The paper tackles real-time, high-quality, and diverse character control using diffusion-based motion models. It introduces CAMDM, a transformer-based Conditional Autoregressive Motion Diffusion Model that conditions on past motion and coarse user controls to generate future motions in real time, employing design innovations like Separate Condition Tokenization, CFG-PM, and HFTE, and achieving high performance with only 8 denoising steps. Extensive experiments on the 100STYLE mocap dataset demonstrate superior motion quality, diversity, and seamless style transitions compared to baselines, validated by ablations and a comprehensive set of metrics. The work enables a single, unified model to animate characters in multiple styles in real time, with practical implications for games and interactive media, while outlining avenues for speedups and multimodal control extensions.

Abstract

We present a novel character control framework that effectively utilizes motion diffusion probabilistic models to generate high-quality and diverse character animations, responding in real-time to a variety of dynamic user-supplied control signals.

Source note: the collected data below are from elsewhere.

/**
 * Work columns reserved together (scratch.ts): each column
 * is its own, of the asked length (or more, for scratch), zero-filled where promised, and none overlaps another.
 */
import { afterEach, describe, expect, it } from 'vitest';
import { emptyScratch, giveBack, reserveScratch, takeFloat64, takeInt32 } from '../../extension/core/scratch';

/** Write a distinct value into every element of every column, then check each column still holds only its own. */
function expectDisjoint(columns: (Float64Array | Int32Array)[]): void {
  columns.forEach((c, j) => c.fill(j + 1));
  columns.forEach((c, j) => expect(c.every((v) => v === j + 1)).toBe(true));
}

describe('reserveScratch', () => {
  afterEach(() => emptyScratch());
  it('puts the missing float and index columns in the pool, from one buffer, and takes serve them', () => {
    emptyScratch();
    reserveScratch(500, 3, 2);
    const f = [takeFloat64(500), takeFloat64(400), takeFloat64(500)];
    const i = [takeInt32(500), takeInt32(500)];
    for (const c of [...f, ...i]) expect(c.length).toBeGreaterThanOrEqual(500);
    expect(new Set([...f, ...i].map((c) => c.buffer)).size).toBe(1);
    expectDisjoint([...f, ...i]);
    giveBack(...f, ...i);
  });
  it('adds only what the pool lacks', () => {
    emptyScratch();
    const own = new Float64Array(800);
    giveBack(own);
    reserveScratch(500, 2);
    const a = takeFloat64(500), b = takeFloat64(500);
    // one column was already there (the larger one is taken last: the pool hands out the smallest that fits)
    expect([a, b]).toContain(own);
    expect(a.buffer).not.toBe(b.buffer);
  });
});
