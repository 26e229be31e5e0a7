/**
 * `residuum montecarlo LOG... | FOLDER [--json] [--out F]`: N runs of the same scenario, the N-run average NEES per
 * error block and average NIS per channel at each epoch against Bar-Shalom's chi2(N n)/N bounds
 * (core/errors/montecarlo.ts). A folder stands for every log in it (not mapping, notes or report files).
 */
import { readdirSync, statSync } from 'node:fs';
import * as path from 'node:path';
import { InputError, readLogFile, type AnalyzeFileOptions } from '../node/analyzeFile';
import { analyzeMonteCarlo, type MonteCarloBlock, type MonteCarloSeries } from '../core/errors/montecarlo';
import { resolveSettings } from '../core/settings';
import { finiteJson } from '../core/finite';
import { UsageError } from './args';
import { table, fmt } from './summary';

const LOG_EXTENSIONS = ['.csv', '.jsonl', '.ndjson', '.json'];
const NOT_LOGS = ['.map.json', '.notes.json', '.report.json', '.gate.json'];

/** The logs a list of files and folders stands for, in a stable order. */
export function expandRuns(inputs: string[]): string[] {
  const out: string[] = [];
  for (const p of inputs) {
    let isDir = false;
    try {
      isDir = statSync(p).isDirectory();
    } catch {
      out.push(p); // readLogFile names the missing file
      continue;
    }
    if (!isDir) {
      out.push(p);
      continue;
    }
    const names = readdirSync(p)
      .filter((n) => LOG_EXTENSIONS.some((e) => n.toLowerCase().endsWith(e)) && !NOT_LOGS.some((e) => n.toLowerCase().endsWith(e)))
      .sort();
    if (names.length === 0) throw new InputError(`folder ${p} holds no logs (.csv, .jsonl, .ndjson, .json)`);
    for (const n of names) out.push(path.join(p, n));
  }
  return out;
}

function summaryRow(name: string, s: MonteCarloSeries): string[] {
  return [name, String(s.dof), String(s.epochs), fmt(s.mean), s.inside95 !== undefined ? `${(100 * s.inside95).toFixed(1)}%` : '-', s.bounds95 ? `[${fmt(s.bounds95[0])}, ${fmt(s.bounds95[1])}]` : '-'];
}

/** The block without its per-epoch arrays unless asked (JSON stays small by default). */
function summarize(block: MonteCarloBlock, perEpoch: boolean): unknown {
  const strip = (s: MonteCarloSeries) => (perEpoch ? s : { dof: s.dof, epochs: s.epochs, mean: s.mean, inside95: s.inside95, bounds95: s.bounds95 });
  return {
    runs: block.runs,
    nees: Object.fromEntries(Object.entries(block.nees).map(([k, s]) => [k, strip(s as MonteCarloSeries)])),
    nis: Object.fromEntries(Object.entries(block.nis).map(([k, s]) => [k, strip(s)])),
    notes: block.notes,
  };
}

/** Run the verb; returns the exit status. */
export async function runMonteCarlo(values: Record<string, unknown>, positionals: string[], options: AnalyzeFileOptions): Promise<number> {
  const files = expandRuns(positionals);
  if (files.length < 2) throw new UsageError(`montecarlo needs two or more runs (logs or a folder of logs), got ${files.length}`);
  const logs = [];
  // only the logs: the N-run figures come from their columns, not from each run's own analysis
  for (const f of files) logs.push(await readLogFile(f, options));
  const block = analyzeMonteCarlo(logs, resolveSettings(options.settings));
  if (values.json) {
    process.stdout.write(JSON.stringify(finiteJson({ schema: 'residuum.montecarlo/1', files, ...(summarize(block, values['per-epoch'] === true) as object) }), null, 2) + '\n');
    return 0;
  }
  process.stdout.write(`Monte Carlo over ${block.runs} runs (N-run averages per epoch against chi2(N n)/N, 95% two-sided)\n`);
  const rows = [
    ...Object.entries(block.nees).map(([k, s]) => summaryRow(`NEES ${k}`, s as MonteCarloSeries)),
    ...Object.entries(block.nis).map(([k, s]) => summaryRow(`NIS ${k}`, s)),
  ];
  process.stdout.write(table(['quantity', 'dof', 'epochs', 'mean', 'inside95', 'bounds (all runs)'], rows));
  for (const n of block.notes) process.stdout.write(`note: ${n}\n`);
  return 0;
}
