import { db } from '@/db';
import { listTeamMembers } from '@/db/queries/members';
import { getTeamSettings } from '@/db/queries/teams';
import { InviteForm } from '@/components/team/invite-form';
import { SettingsForm } from '@/components/team/settings-form';
import { InvitationActions } from '@/components/team/invitation-actions';
import { When } from '@/components/ui/when';
import { timeZoneList } from '@/lib/format/dates';
import { MemberRowActions } from '@/components/team/member-row-actions';
import { requirePageMember } from '@/lib/auth/current';
import { listOpenInvitations } from '@/lib/team/invitations';
import { changeRoleAction, removeMemberAction } from './actions';
import { saveTeamSettings } from './settings-actions';

export const metadata = { title: 'Team' };

export default async function TeamPage() {
  const member = await requirePageMember();
  const isOwner = member.role === 'owner';
  const members = listTeamMembers(db(), member.team.id);
  const invites = isOwner ? listOpenInvitations(db(), member.team.id) : [];
  return (
    <section className="space-y-6">
      <div>
        <h1 className="text-2xl font-semibold">Team</h1>
        <p className="mt-1 text-ink-soft">{member.team.name}: owners manage the team, leads sign off pours, makers pour and log, viewers read.</p>
      </div>
      <div className="overflow-x-auto rounded-lg border border-panel-line bg-white">
        <table className="w-full text-left text-sm" aria-label="Members">
          <thead className="bg-panel-deep">
            <tr><th className="p-3">Member</th><th className="p-3">Role</th>{isOwner ? <th className="p-3">Manage</th> : null}</tr>
          </thead>
          <tbody>
            {members.map((m) => (
              <tr key={m.userId} className="border-t border-panel-line align-top">
                <td className="p-3">
                  <span className="block font-medium">{m.name}{m.userId === member.user.id ? ' (you)' : ''}</span>
                  <span className="block break-words text-ink-soft">{m.email}</span>
                </td>
                <td className="p-3">{m.role}</td>
                {isOwner ? (
                  <td className="p-3">
                    {m.userId === member.user.id ? <span className="text-ink-soft">—</span> : (
                      <MemberRowActions userId={m.userId} role={m.role} name={m.name} changeRole={changeRoleAction} remove={removeMemberAction} />
                    )}
                  </td>
                ) : null}
              </tr>
            ))}
          </tbody>
        </table>
      </div>
      {isOwner ? (
        <div className="rounded-lg border border-panel-line bg-white p-4">
          <h2 className="mb-3 text-lg font-semibold">Invite a member</h2>
          <InviteForm />
          {invites.length ? (
            <div className="mt-4">
              <h3 className="text-sm font-semibold">Waiting for an answer</h3>
              <ul className="mt-1 space-y-2 text-sm" aria-label="Pending invitations">
                {invites.map((i) => (
                  <li key={i.id} className="flex flex-wrap items-center justify-between gap-2">
                    <span className="text-ink-soft">{i.email} as {i.role}, until <When at={i.expiresAt} dayOnly /></span>
                    <InvitationActions id={i.id} email={i.email} />
                  </li>
                ))}
              </ul>
            </div>
          ) : null}
        </div>
      ) : null}
      {isOwner ? (
        <div className="rounded-lg border border-panel-line bg-white p-4">
          <h2 className="mb-3 text-lg font-semibold">Shop settings</h2>
          <SettingsForm settings={getTeamSettings(db(), member.team.id)!} timeZones={timeZoneList()} action={saveTeamSettings} />
        </div>
      ) : null}
      {isOwner ? (
        <div className="rounded-lg border border-panel-line bg-white p-4">
          <h2 className="text-lg font-semibold">Your shop's data</h2>
          <p className="mt-1 text-sm text-ink-soft">
            Everything the shop keeps in Pourproof — members, colorants, molds, matches, pours with their recipes and colours, sign-offs, standards,
            batches and links to every photo — as one JSON file you can keep or take elsewhere.
          </p>
          <a href="/api/team/export" download className="mt-3 inline-flex min-h-tap items-center rounded-md border border-panel-line bg-white px-4 font-medium hover:bg-panel">
            Download everything (JSON)
          </a>
        </div>
      ) : null}
    </section>
  );
}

At the heart of our method lies a transformer-based Conditional Autoregressive Motion Diffusion Model (CAMDM), which takes as input the character's historical motion and can generate a range of diverse potential future motions conditioned on high-level, coarse user control. To meet the demands for diversity, controllability, and computational efficiency required by a real-time controller, we incorporate several key algorithmic designs. These include separate condition tokenization, classifier-free guidance on past motion, and heuristic future trajectory extension, all designed to address the challenges associated with taming motion diffusion probabilistic models for character control. As a result, our work represents the first model that enables real-time generation of high-quality, diverse character animations based on user interactive control, supporting animating the character in multiple styles with a single unified model. We evaluate our method on a diverse set of locomotion skills, demonstrating the merits of our method over existing character controllers. Project page and source codes: https://aiganimation.github.io/CAMDM/
Paper Structure (27 sections, 5 equations, 4 figures, 5 tables)

This paper contains 27 sections, 5 equations, 4 figures, 5 tables.

Figures (4)

  • Figure 1: Conditional Autoregressive Motion Diffusion Model (CAMDM). At each denoising step, the model takes as input a noisy motion sample $\mathbf{x} _t$, diffusion step $t$, along with various conditions including the past motion $\mathbf{p}$, style label $\mathbf{c}_l$, future root displacements $\mathbf{c}_{rv}$, and orientations $\mathbf{c}_{ro}$ projected onto the ground, and learns to predict the original clean $\hat{\mathbf{x}} _0$.
  • Figure 2: Illustration of heuristic future trajectory extension. Top: At $t_{cur}$, when the user input changes and autoregression is triggered, the model-predicted future trajectory is shorter than the user-supplied synthetic future trajectory as multiple postures in the generation have been applied to the character. This could result in a blending of two trajectories of different lengths, consequently causing sudden jittering in the next generation if not properly dressed. Bottom: Assuming that the model generates $F = 10$ frames, we simply reuse the last $K = 4$ of the predicted future trajectory multiple times, if necessary, until the length matches that of the user-supplied synthetic future trajectory. For each recycle, we establish a local frame at the last trajectory point based on its position and orientation, then flip the position and copy the orientation of the last $K$ points to extend the trajectory.
  • Figure 3: Visual comparisons of single-style control. From top to bottom: Ours, LMP, MANN-DP, MM-DP and MoGlow, all using the same control inputs. The trajectory of the left hand, right hand, and root are colored in red, green, and black, respectively. Observe the high diversity and better adherence to the control trajectory of our method compared to the other baselines.
  • Figure 4: Visual comparisons of multi-style control. From top to bottom: Ours, LMP, MANN-DP, MM-DP and MoGlow. Our method can transition naturally between distinct styles ("LeftHop" and "RightHop" in this case), whereas baselines fail.